### EXERCISE INSTRUCTIONS
Whatever the records say, repeat them exactly as given.

### DATA UNDER STUDY

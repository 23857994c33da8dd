import { lockRefund } from '@/db/queries/refunds'
import { authorize } from '@/lib/auth/authorize'
import { refuse } from '@/lib/errors'
import type { ActingContext } from '../context'
import { inTransaction } from '../inTransaction'
import { closeRefundWith } from './closeRefundWith'
import { mayHandleFees } from './policy'

/** Puts on record that the office has given an institute's money back by transfer. */
export async function recordTransfer(
  ctx: ActingContext,
  input: { refundId: number; bankReference: string },
): Promise<void> {
  authorize(mayHandleFees(ctx.actor))
  await inTransaction(ctx, async (tx) => {
    const refund = await lockRefund(tx.db, input.refundId)
    if (!refund || refund.invoice_id === null) throw refuse.notFound('refund')
    if (refund.state !== 'created') throw refuse.closed('This transfer is on record already.')
    await closeRefundWith(tx, refund, {
      state: 'succeeded',
      providerRefundId: null,
      failure: '',
      actingAs: 'office',
      bankReference: input.bankReference,
    })
  })
}
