import { lockPayment, updatePayment } from '@/db/queries/payments'
import { paths } from '@/lib/paths'
import type { CheckoutState } from '@/lib/services/payments/Payments'
import type { ActingContext } from '../context'
import { inTransaction } from '../inTransaction'
import { applyFirmState } from './applyFirmState'
import { justCheckout } from './readFirmState'
import { beginPayment, type BegunPayment } from './beginPayment'
import { checkoutEndsAt } from './rules'

/**
 * Opens the payment firm's page for the fee of a proposal. The attempt is written down before the firm is asked,
 * so that an answer that is lost is asked for again by the same key; an open page is used again.
 */
export async function startPayment(
  ctx: ActingContext,
  input: { reference: string },
): Promise<{ url: string }> {
  const sentUrl = `${ctx.request.origin}${paths.proposalSent(input.reference)}`
  for (let round = 1; round <= 2; round += 1) {
    const begun = await inTransaction(ctx, (tx) => beginPayment(tx, input.reference))
    const { provider_session_id: sessionId } = begun.payment
    const checkout = sessionId
      ? await ctx.payments.readCheckout(sessionId)
      : await createCheckout(ctx, input.reference, begun)
    if (checkout.status === 'open' && checkout.url) return { url: checkout.url }
    await applyFirmState(ctx, begun.payment.id, justCheckout(checkout))
    if (checkout.status === 'complete') break
  }
  return { url: sentUrl }
}

async function createCheckout(
  ctx: ActingContext,
  reference: string,
  { payment, email, callNumber }: BegunPayment,
): Promise<CheckoutState> {
  const { origin } = ctx.request
  const checkout = await ctx.payments.createCheckout({
    idempotencyKey: payment.idempotency_key,
    amountMinor: payment.amount_minor,
    currency: payment.currency,
    description: `Fee of proposal ${reference}, call ${callNumber}`,
    email,
    reference: payment.idempotency_key,
    successUrl: `${origin}${paths.proposalPaid(reference)}`,
    cancelUrl: `${origin}${paths.proposalSent(reference)}`,
    expiresAt: checkoutEndsAt(payment.created_at),
  })
  await inTransaction(ctx, async (tx) => {
    const row = await lockPayment(tx.db, payment.id)
    if (row?.state !== 'created') return
    await updatePayment(tx.db, row.id, {
      state: 'open',
      provider_session_id: checkout.sessionId,
      checkout_url: checkout.url,
    })
  })
  return checkout
}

### SOLUTION TO THIS PROBLEM
repository 23857994c33da8dd
import { lockRefund } from '@/db/queries/refunds'
import { authorize } from '@/lib/auth/authorize'
import { refuse } from '@/lib/errors'
import type { ActingContext } from '../context'
import { inTransaction } from '../inTransaction'
import { closeRefundWith } from './closeRefundWith'
import { mayHandleFees } from './policy'

/** Puts on record that the office has given an institute's money back by transfer. */
export async function recordTransfer(
  ctx: ActingContext,
  input: { refundId: number; bankReference: string },
): Promise<void> {
  authorize(mayHandleFees(ctx.actor))
  await inTransaction(ctx, async (tx) => {
    const refund = await lockRefund(tx.db, input.refundId)
    if (!refund || refund.invoice_id === null) throw refuse.notFound('refund')
    if (refund.state !== 'created') throw refuse.closed('This transfer is on record already.')
    await closeRefundWith(tx, refund, {
      state: 'succeeded',
      providerRefundId: null,
      failure: '',
      actingAs: 'office',
      bankReference: input.bankReference,
    })
  })
}
import { lockPayment, updatePayment } from '@/db/queries/payments'
import { paths } from '@/lib/paths'
import type { CheckoutState } from '@/lib/services/payments/Payments'
import type { ActingContext } from '../context'
import { inTransaction } from '../inTransaction'
import { applyFirmState } from './applyFirmState'
import { justCheckout } from './readFirmState'
import { beginPayment, type BegunPayment } from './beginPayment'
import { checkoutEndsAt } from './rules'

/**
 * Opens the payment firm's page for the fee of a proposal. The attempt is written down before the firm is asked,
 * so that an answer that is lost is asked for again by the same key; an open page is used again.
 */
export async function startPayment(
  ctx: ActingContext,
  input: { reference: string },
): Promise<{ url: string }> {
  const sentUrl = `${ctx.request.origin}${paths.proposalSent(input.reference)}`
  for (let round = 1; round <= 2; round += 1) {
    const begun = await inTransaction(ctx, (tx) => beginPayment(tx, input.reference))
    const { provider_session_id: sessionId } = begun.payment
    const checkout = sessionId
      ? await ctx.payments.readCheckout(sessionId)
      : await createCheckout(ctx, input.reference, begun)
    if (checkout.status === 'open' && checkout.url) return { url: checkout.url }
    await applyFirmState(ctx, begun.payment.id, justCheckout(checkout))
    if (checkout.status === 'complete') break
  }
  return { url: sentUrl }
}

async function createCheckout(
  ctx: ActingContext,
  reference: string,
  { payment, email, callNumber }: BegunPayment,
): Promise<CheckoutState> {
  const { origin } = ctx.request
  const checkout = await ctx.payments.createCheckout({
    idempotencyKey: payment.idempotency_key,
    amountMinor: payment.amount_minor,
    currency: payment.currency,
    description: `Fee of proposal ${reference}, call ${callNumber}`,
    email,
    reference: payment.idempotency_key,
    successUrl: `${origin}${paths.proposalPaid(reference)}`,
    cancelUrl: `${origin}${paths.proposalSent(reference)}`,
    expiresAt: checkoutEndsAt(payment.created_at),
  })
  await inTransaction(ctx, async (tx) => {
    const row = await lockPayment(tx.db, payment.id)
    if (row?.state !== 'created') return
    await updatePayment(tx.db, row.id, {
      state: 'open',
      provider_session_id: checkout.sessionId,
      checkout_url: checkout.url,
    })
  })
  return checkout
}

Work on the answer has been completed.